Дождик шел с утра, и казалось, что вот вот он пройдет и на небе расчистит, как вслед за непродолжительной остановкой припускал дождик еще сильнее. Напитанная дождем дорога уже не принимала в себя воды, и ручьи текли по колеям.
Пьер шел, оглядываясь по сторонам, считая шаги по три, и загибал на пальцах. Обращаясь к дождю, он внутренне приговаривал: ну ка, ну ка, еще, еще наддай.
Ему казалось, что он ни о чем не думает; но далеко и глубоко где то что то важное и утешительное думала его душа. Это что то было тончайшее духовное извлечение из вчерашнего его разговора с Каратаевым.
Вчера, на ночном привале, озябнув у потухшего огня, Пьер встал и перешел к ближайшему, лучше горящему костру. У костра, к которому он подошел, сидел Платон, укрывшись, как ризой, с головой шинелью, и рассказывал солдатам своим спорым, приятным, но слабым, болезненным голосом знакомую Пьеру историю. Было уже за полночь. Это было то время, в которое Каратаев обыкновенно оживал от лихорадочного припадка и бывал особенно оживлен. Подойдя к костру и услыхав слабый, болезненный голос Платона и увидав его ярко освещенное огнем жалкое лицо, Пьера что то неприятно кольнуло в сердце. Он испугался своей жалости к этому человеку и хотел уйти, но другого костра не было, и Пьер, стараясь не глядеть на Платона, подсел к костру.

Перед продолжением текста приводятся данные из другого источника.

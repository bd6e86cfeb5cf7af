using PanelChoice.Estimation;

namespace PanelChoice.Findings;

/// <summary>How the estimation ended, and whether its maximum is the only one.</summary>
internal static class FitFindings
{
    public static IEnumerable<Finding> Of(FindingsInput input)
    {
        var model = input.Model;
        if (model.Status != FitStatus.Converged)
            yield return new Finding(
                "fit.untrusted", FindingTopic.Fit, FindingSeverity.Warning,
                $"The estimate is not to be trusted: {Ending(model.Status)}. Standard errors and diagnostics are therefore withheld.", []);
        if (model.Optima.Length > 1)
        {
            var best = model.Optima[0];
            var next = model.Optima[1];
            yield return new Finding(
                "fit.several_maxima", FindingTopic.Fit, FindingSeverity.Notice,
                $"The likelihood has {PlainNumber.Counted(model.Optima.Length, "distinct maximum").Replace("maximums", "maxima", StringComparison.Ordinal)}; "
                + $"the best was reached from {PlainNumber.Counted(best.Starts, "start")}, the next one lies "
                + $"{PlainNumber.Ratio(best.LogLikelihood - next.LogLikelihood)} lower. All are listed in result.json.",
                [new FindingFigure("maxima", model.Optima.Length), new FindingFigure("difference", best.LogLikelihood - next.LogLikelihood)]);
        }
    }

    private static string Ending(FitStatus status) => status switch
    {
        FitStatus.NotIdentified => "some terms cannot be told from these data",
        FitStatus.Separated => "the likelihood rises without end along a direction of the terms, so that no finite estimate exists",
        FitStatus.Boundary => "a dissimilarity runs to the edge of its range, so that no interior maximum exists",
        _ => "the search stopped before it reached a maximum",
    };
}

– Что, как твое здоровье? – спросил он.
– Что здоровье? На болезнь плакаться – бог смерти не даст, – сказал Каратаев и тотчас же возвратился к начатому рассказу.
– …И вот, братец ты мой, – продолжал Платон с улыбкой на худом, бледном лице и с особенным, радостным блеском в глазах, – вот, братец ты мой…

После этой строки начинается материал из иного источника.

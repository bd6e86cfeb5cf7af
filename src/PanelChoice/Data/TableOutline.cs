using System.Collections.Immutable;

namespace PanelChoice.Data;

/// <summary>What is known of a data file as a whole once it was read: enough to read it again in parts that mean the same as the whole.</summary>
/// <param name="File">Data file as the study writes it.</param>
/// <param name="Sha256">Lower-case hexadecimal SHA-256 of its bytes.</param>
/// <param name="Rows">Number of rows.</param>
/// <param name="OccasionKind">What its occasions are.</param>
/// <param name="Persons">Persons in the panel's order.</param>
/// <param name="Alternatives">Alternatives in ordinal order.</param>
/// <param name="Texts">The values of each text column in ordinal order.</param>
internal sealed record TableOutline(
    string File, string Sha256, long Rows, OccasionKind OccasionKind, ImmutableArray<string> Persons, ImmutableArray<string> Alternatives,
    ImmutableDictionary<string, ImmutableArray<string>> Texts);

Пьер знал эту историю давно, Каратаев раз шесть ему одному рассказывал эту историю, и всегда с особенным, радостным чувством. Но как ни хорошо знал Пьер эту историю, он теперь прислушался к ней, как к чему то новому, и тот тихий восторг, который, рассказывая, видимо, испытывал Каратаев, сообщился и Пьеру. История эта была о старом купце, благообразно и богобоязненно жившем с семьей и поехавшем однажды с товарищем, богатым купцом, к Макарью.
Остановившись на постоялом дворе, оба купца заснули, и на другой день товарищ купца был найден зарезанным и ограбленным. Окровавленный нож найден был под подушкой старого купца. Купца судили, наказали кнутом и, выдернув ноздри, – как следует по порядку, говорил Каратаев, – сослали в каторгу.
– И вот, братец ты мой (на этом месте Пьер застал рассказ Каратаева), проходит тому делу годов десять или больше того. Живет старичок на каторге. Как следовает, покоряется, худого не делает. Только у бога смерти просит. – Хорошо. И соберись они, ночным делом, каторжные то, так же вот как мы с тобой, и старичок с ними. И зашел разговор, кто за что страдает, в чем богу виноват. Стали сказывать, тот душу загубил, тот две, тот поджег, тот беглый, так ни за что. Стали старичка спрашивать: ты за что, мол, дедушка, страдаешь? Я, братцы мои миленькие, говорит, за свои да за людские грехи страдаю. А я ни душ не губил, ни чужого не брал, акромя что нищую братию оделял. Я, братцы мои миленькие, купец; и богатство большое имел. Так и так, говорит. И рассказал им, значит, как все дело было, по порядку. Я, говорит, о себе не тужу. Меня, значит, бог сыскал. Одно, говорит, мне свою старуху и деток жаль. И так то заплакал старичок. Случись в их компании тот самый человек, значит, что купца убил. Где, говорит, дедушка, было? Когда, в каком месяце? все расспросил. Заболело у него сердце. Подходит таким манером к старичку – хлоп в ноги. За меня ты, говорит, старичок, пропадаешь. Правда истинная; безвинно напрасно, говорит, ребятушки, человек этот мучится. Я, говорит, то самое дело сделал и нож тебе под голова сонному подложил. Прости, говорит, дедушка, меня ты ради Христа.